WHAT THE TASK ASKS. The word "isEstimate" occurs in some of the lines below; copy each of those lines.

*** INPUT Section Begins ***

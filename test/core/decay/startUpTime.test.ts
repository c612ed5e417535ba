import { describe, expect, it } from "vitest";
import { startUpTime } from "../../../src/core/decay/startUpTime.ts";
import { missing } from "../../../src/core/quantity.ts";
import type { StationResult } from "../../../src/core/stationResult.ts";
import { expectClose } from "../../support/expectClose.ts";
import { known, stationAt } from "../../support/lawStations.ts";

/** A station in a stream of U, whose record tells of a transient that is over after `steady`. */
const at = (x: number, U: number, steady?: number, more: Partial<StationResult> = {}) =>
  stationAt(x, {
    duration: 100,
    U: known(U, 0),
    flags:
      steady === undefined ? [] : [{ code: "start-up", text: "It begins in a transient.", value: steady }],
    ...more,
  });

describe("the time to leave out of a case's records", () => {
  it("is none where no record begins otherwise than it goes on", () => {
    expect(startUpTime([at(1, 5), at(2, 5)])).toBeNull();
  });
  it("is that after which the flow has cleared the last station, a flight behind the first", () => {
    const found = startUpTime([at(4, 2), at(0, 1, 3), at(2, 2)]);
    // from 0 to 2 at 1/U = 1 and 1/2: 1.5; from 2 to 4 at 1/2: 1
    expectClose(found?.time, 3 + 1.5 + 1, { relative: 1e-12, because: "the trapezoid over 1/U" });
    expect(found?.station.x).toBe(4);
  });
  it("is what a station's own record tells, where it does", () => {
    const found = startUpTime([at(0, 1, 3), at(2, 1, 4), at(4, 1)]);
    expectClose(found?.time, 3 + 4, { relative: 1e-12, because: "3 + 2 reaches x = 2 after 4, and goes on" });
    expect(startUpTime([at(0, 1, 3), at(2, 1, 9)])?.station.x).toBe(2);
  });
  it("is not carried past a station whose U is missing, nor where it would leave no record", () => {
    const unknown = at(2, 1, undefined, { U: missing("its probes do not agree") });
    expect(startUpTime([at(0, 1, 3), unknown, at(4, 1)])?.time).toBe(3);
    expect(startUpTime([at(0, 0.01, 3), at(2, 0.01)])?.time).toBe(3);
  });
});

*** INPUT Section Ends ***
*** INPUT Section Begins ***

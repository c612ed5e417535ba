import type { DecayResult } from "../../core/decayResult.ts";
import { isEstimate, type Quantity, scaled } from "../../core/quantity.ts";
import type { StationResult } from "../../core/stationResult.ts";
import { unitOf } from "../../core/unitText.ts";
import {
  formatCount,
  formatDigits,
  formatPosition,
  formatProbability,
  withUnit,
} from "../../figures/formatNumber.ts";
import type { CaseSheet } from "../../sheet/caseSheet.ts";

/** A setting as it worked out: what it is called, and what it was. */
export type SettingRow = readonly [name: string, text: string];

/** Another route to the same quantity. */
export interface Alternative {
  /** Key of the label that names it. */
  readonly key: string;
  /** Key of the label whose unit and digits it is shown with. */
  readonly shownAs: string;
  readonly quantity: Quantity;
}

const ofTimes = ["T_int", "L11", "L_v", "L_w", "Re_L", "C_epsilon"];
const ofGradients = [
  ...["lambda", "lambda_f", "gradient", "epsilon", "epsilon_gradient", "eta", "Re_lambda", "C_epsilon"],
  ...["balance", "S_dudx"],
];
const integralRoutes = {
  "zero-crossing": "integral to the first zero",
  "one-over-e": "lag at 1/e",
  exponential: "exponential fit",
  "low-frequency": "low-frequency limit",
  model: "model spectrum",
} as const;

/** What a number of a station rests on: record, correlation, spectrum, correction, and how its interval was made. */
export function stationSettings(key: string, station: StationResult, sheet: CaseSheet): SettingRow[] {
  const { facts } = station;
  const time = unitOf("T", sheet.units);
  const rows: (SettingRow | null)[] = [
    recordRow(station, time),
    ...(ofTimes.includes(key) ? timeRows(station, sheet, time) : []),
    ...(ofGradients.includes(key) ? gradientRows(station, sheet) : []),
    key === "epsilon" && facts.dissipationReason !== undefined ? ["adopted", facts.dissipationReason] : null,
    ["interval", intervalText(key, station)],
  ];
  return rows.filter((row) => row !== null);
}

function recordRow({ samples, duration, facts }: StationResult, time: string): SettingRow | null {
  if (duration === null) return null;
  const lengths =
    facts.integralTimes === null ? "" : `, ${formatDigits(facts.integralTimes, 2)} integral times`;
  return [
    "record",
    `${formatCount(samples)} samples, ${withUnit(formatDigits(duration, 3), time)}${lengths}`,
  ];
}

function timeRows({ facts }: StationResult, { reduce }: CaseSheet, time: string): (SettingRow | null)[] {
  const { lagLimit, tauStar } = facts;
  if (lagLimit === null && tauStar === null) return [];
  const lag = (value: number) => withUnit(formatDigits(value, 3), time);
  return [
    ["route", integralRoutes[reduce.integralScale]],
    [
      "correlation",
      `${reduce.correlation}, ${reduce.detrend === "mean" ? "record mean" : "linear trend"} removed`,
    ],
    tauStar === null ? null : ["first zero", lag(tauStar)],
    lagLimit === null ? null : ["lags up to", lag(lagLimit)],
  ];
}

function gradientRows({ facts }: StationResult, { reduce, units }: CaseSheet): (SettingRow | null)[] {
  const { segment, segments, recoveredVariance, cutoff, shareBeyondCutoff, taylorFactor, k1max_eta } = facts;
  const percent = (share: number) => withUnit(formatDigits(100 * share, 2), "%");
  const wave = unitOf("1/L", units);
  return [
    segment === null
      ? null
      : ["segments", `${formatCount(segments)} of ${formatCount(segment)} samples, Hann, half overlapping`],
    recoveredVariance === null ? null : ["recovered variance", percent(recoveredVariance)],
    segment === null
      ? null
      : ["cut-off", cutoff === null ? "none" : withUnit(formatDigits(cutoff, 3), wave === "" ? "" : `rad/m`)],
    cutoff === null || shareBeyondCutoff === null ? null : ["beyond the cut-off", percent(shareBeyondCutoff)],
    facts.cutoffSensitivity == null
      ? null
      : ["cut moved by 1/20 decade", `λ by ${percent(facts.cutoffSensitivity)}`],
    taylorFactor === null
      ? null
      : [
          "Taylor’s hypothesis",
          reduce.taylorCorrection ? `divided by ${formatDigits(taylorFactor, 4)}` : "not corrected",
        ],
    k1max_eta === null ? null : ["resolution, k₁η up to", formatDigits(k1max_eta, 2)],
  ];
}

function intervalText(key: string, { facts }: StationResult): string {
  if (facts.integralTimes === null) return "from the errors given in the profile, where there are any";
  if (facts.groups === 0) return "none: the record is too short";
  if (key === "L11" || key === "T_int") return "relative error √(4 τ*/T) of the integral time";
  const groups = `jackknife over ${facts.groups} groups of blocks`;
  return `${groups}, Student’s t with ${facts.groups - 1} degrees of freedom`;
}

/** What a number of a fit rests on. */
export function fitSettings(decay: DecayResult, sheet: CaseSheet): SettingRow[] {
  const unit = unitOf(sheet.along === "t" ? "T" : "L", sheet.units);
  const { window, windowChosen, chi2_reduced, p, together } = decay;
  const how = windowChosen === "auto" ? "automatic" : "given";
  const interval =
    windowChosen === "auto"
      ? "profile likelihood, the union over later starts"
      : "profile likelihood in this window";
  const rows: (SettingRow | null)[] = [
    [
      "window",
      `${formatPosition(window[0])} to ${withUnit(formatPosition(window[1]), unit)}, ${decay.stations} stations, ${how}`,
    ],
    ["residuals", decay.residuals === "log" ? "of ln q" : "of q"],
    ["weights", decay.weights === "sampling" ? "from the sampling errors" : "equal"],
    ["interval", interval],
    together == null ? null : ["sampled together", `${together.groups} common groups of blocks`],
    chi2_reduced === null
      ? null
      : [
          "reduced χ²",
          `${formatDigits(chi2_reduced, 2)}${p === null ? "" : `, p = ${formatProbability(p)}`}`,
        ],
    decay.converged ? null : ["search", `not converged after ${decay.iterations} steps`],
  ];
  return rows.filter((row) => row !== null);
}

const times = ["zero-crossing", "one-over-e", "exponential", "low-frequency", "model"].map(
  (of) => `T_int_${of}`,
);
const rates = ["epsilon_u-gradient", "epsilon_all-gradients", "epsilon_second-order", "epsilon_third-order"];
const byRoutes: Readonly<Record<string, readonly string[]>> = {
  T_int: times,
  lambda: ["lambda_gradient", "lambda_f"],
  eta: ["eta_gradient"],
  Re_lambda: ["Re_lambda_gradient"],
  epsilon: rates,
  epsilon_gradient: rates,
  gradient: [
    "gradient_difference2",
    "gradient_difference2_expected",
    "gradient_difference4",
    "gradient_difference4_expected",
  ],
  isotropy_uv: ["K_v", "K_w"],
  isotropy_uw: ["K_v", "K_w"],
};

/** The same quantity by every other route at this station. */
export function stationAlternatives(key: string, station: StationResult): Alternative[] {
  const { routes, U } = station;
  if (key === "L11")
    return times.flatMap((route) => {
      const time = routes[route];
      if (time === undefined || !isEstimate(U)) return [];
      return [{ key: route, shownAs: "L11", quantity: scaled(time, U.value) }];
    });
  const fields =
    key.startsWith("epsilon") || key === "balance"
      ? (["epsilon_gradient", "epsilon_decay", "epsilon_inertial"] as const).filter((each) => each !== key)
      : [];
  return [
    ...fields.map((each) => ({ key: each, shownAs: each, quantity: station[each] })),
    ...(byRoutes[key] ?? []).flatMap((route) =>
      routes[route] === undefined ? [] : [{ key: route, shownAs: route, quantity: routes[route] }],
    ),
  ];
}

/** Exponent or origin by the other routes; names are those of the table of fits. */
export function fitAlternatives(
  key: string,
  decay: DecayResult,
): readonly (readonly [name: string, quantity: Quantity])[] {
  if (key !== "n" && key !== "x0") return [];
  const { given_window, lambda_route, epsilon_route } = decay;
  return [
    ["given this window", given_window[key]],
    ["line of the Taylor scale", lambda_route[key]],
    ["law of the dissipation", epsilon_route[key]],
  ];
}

*** INPUT Section Ends ***

WRITTEN RESPONSE.
import { isEstimate, type Quantity, scaled } from "../../core/quantity.ts";
      if (time === undefined || !isEstimate(U)) return [];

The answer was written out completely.